# PROBLEM TO WORK ON:
Return a copy of every line in the data below that contains "changed".

====== GIVEN DATA ======

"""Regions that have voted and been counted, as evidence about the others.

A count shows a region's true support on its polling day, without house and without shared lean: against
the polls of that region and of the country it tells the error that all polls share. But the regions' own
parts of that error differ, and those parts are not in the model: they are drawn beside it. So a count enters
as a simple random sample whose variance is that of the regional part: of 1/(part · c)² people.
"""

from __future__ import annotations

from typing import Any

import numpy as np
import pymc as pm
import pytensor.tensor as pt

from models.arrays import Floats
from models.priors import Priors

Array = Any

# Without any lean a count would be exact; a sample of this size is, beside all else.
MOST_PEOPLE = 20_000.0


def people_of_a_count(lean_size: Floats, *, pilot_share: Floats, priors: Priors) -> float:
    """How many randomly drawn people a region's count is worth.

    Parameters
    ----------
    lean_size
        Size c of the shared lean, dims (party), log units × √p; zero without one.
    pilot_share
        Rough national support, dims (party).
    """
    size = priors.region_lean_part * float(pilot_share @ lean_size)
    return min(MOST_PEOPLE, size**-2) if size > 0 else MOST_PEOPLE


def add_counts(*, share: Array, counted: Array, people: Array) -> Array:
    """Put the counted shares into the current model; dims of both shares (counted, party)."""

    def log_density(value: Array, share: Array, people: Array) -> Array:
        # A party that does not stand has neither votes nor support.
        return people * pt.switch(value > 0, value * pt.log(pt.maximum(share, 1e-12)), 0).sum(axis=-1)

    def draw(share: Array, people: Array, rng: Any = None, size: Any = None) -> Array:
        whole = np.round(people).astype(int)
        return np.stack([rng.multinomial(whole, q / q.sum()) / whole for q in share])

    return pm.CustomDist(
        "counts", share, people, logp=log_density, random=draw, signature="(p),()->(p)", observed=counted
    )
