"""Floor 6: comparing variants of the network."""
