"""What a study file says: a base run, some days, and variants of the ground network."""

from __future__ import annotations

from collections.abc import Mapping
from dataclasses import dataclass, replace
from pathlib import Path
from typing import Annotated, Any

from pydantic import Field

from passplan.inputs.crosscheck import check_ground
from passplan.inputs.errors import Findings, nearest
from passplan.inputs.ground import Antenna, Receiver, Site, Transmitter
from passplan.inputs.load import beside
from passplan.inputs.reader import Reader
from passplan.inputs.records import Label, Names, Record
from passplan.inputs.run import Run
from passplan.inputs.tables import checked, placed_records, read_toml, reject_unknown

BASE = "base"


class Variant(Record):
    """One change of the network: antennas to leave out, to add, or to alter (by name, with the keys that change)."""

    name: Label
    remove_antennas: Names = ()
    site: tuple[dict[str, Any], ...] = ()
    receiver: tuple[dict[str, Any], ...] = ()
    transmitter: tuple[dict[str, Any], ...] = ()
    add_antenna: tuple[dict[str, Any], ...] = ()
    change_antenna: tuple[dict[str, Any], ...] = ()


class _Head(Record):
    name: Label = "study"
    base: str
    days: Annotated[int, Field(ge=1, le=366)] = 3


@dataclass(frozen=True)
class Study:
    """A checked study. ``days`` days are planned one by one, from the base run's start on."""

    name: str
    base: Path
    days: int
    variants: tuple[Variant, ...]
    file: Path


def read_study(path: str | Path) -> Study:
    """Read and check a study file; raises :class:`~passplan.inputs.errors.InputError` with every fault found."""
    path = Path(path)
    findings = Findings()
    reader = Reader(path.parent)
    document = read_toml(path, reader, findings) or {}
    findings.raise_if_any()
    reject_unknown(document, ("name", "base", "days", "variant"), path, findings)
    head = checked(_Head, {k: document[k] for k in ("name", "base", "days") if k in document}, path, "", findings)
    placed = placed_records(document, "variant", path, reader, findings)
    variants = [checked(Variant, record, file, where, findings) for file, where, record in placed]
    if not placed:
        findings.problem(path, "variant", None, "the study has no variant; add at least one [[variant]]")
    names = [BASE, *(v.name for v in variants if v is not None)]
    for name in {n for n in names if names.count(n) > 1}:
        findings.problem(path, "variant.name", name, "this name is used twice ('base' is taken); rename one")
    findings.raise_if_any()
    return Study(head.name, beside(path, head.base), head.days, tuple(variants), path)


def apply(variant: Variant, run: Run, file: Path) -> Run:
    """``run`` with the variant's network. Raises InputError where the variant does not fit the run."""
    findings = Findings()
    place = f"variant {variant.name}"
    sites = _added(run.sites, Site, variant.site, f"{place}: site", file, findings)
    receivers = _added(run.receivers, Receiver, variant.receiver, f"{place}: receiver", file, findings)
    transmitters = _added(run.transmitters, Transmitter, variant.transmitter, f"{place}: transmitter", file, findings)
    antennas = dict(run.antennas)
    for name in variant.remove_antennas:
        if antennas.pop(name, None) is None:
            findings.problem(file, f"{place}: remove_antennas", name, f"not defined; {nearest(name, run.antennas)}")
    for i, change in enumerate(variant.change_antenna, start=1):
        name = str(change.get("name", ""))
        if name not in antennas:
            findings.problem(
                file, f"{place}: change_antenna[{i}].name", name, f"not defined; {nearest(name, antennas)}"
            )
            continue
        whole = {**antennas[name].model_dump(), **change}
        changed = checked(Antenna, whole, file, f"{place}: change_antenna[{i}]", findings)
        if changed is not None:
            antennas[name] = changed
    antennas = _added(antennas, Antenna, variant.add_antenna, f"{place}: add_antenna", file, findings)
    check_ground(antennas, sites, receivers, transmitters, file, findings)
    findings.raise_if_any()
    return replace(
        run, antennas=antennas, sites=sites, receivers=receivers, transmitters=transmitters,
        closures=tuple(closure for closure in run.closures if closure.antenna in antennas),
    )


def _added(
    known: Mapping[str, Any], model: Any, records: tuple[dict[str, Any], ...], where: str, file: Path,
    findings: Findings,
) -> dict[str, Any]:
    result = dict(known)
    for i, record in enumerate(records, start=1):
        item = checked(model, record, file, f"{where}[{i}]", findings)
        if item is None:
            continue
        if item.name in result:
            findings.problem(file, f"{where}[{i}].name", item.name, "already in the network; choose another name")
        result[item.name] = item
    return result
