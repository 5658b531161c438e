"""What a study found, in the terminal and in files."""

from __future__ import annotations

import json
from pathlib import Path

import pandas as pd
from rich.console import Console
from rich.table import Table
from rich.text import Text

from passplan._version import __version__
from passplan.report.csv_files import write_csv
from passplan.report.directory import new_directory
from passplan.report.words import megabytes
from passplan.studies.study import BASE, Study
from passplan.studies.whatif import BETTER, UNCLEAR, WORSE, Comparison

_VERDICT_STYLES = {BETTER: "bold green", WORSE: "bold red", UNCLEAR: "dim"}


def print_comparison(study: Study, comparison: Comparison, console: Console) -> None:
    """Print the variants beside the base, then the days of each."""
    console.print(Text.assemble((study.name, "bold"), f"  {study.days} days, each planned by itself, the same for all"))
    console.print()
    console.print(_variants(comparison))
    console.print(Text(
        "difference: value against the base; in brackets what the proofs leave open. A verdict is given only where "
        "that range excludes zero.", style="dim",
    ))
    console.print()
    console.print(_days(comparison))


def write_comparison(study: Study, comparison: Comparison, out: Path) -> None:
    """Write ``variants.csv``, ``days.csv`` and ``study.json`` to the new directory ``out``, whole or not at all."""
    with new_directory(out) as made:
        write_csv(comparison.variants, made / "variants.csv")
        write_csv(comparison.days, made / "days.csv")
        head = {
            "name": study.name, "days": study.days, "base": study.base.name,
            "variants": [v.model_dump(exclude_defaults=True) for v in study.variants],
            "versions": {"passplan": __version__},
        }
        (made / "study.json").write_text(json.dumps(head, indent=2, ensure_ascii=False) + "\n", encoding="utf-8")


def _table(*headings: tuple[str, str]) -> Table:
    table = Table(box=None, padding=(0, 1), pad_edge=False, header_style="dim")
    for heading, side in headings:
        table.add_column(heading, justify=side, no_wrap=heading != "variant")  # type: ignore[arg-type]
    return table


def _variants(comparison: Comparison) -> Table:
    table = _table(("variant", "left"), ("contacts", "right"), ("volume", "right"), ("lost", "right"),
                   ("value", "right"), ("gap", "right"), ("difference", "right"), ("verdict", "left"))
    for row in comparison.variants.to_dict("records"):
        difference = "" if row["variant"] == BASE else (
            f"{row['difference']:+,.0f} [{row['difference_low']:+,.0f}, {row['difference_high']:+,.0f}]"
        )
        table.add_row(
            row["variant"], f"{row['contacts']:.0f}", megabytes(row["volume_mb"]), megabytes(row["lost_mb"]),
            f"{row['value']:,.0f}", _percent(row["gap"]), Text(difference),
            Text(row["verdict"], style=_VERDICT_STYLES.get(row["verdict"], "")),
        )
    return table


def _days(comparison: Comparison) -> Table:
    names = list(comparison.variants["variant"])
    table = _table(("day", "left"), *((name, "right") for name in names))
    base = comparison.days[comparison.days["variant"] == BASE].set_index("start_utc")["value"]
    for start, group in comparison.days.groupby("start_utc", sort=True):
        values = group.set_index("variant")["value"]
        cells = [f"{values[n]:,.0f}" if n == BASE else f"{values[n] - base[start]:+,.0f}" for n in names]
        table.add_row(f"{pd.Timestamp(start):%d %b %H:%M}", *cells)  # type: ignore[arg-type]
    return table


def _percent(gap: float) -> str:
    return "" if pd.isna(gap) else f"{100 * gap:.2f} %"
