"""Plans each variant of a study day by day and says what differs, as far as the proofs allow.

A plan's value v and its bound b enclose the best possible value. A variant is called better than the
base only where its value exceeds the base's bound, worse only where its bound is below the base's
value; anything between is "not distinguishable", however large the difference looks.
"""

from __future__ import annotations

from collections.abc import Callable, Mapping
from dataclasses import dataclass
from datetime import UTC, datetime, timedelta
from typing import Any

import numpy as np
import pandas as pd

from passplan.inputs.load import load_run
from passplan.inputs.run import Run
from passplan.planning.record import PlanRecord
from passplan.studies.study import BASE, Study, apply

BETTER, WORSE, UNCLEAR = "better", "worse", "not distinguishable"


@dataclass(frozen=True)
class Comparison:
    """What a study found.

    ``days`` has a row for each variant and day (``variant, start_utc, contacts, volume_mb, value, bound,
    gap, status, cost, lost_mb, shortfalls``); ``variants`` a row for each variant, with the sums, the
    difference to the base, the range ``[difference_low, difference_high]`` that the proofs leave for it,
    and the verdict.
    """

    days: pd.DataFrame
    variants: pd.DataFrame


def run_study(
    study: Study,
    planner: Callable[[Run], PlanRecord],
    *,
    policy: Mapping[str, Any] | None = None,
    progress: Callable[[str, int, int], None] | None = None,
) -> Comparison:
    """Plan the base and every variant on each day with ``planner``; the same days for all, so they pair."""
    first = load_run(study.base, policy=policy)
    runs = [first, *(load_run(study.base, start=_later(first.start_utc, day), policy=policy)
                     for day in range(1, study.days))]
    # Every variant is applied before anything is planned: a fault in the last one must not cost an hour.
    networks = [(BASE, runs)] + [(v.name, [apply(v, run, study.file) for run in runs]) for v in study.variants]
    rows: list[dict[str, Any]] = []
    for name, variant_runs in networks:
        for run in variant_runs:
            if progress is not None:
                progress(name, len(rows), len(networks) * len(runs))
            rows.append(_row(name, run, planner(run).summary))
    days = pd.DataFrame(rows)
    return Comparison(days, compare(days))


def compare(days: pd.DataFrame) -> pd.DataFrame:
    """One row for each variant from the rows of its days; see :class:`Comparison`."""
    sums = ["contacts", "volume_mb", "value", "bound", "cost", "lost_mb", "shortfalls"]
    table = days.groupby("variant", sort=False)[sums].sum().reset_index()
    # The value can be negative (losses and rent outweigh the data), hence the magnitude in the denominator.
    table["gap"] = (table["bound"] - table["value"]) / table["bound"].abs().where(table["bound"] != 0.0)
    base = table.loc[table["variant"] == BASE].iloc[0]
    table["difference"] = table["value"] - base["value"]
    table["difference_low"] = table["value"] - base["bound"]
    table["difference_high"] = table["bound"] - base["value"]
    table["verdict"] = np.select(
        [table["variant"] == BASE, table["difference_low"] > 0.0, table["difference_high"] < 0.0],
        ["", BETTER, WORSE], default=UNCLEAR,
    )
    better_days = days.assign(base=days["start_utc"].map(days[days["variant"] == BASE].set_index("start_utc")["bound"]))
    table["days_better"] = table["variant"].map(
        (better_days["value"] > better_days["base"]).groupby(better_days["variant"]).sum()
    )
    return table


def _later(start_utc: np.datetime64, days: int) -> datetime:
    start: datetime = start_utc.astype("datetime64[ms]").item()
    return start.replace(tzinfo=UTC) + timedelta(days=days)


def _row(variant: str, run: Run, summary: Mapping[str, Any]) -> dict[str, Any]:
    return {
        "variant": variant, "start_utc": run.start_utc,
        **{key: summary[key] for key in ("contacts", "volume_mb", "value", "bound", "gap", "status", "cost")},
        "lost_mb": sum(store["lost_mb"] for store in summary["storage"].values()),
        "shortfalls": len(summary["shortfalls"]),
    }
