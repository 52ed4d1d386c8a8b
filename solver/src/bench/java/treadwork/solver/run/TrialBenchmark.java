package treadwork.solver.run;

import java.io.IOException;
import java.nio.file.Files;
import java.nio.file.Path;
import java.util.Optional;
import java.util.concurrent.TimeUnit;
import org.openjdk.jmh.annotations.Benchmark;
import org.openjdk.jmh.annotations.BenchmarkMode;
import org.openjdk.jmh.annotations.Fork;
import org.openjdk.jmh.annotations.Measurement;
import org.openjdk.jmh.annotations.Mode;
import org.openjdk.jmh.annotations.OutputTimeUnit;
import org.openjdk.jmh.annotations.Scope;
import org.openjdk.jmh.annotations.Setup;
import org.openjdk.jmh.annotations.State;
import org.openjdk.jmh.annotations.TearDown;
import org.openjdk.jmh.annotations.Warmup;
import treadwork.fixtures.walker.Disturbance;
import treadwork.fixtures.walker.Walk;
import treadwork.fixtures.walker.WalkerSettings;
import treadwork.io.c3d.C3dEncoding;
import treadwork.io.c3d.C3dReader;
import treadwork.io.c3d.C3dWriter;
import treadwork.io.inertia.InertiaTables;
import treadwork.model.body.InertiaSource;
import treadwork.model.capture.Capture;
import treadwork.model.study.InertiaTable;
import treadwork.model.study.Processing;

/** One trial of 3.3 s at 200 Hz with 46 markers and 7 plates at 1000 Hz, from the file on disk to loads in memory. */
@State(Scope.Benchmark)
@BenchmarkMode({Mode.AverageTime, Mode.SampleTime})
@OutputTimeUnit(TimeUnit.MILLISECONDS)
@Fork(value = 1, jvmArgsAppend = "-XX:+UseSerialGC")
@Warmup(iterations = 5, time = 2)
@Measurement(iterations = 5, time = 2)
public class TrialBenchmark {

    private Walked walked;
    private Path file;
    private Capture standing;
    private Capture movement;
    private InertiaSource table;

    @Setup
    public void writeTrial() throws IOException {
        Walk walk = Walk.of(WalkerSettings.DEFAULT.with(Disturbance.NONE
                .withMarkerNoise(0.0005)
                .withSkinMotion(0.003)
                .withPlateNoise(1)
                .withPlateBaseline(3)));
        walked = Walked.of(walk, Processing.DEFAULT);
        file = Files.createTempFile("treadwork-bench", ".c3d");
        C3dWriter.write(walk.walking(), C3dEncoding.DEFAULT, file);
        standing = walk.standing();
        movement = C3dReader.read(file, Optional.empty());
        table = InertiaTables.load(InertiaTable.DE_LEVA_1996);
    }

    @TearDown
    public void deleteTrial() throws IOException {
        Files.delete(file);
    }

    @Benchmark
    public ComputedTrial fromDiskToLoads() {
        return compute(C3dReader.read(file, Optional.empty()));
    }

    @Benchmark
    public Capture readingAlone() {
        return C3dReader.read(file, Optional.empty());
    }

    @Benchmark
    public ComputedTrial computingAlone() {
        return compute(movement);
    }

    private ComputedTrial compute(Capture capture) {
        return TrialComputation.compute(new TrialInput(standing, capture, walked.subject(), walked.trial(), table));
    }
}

======

# THE COMPLETED TASK:
        changed = checked(Antenna, whole, file, f"{place}: change_antenna[{i}]", findings)
        if changed is not None:
            antennas[name] = changed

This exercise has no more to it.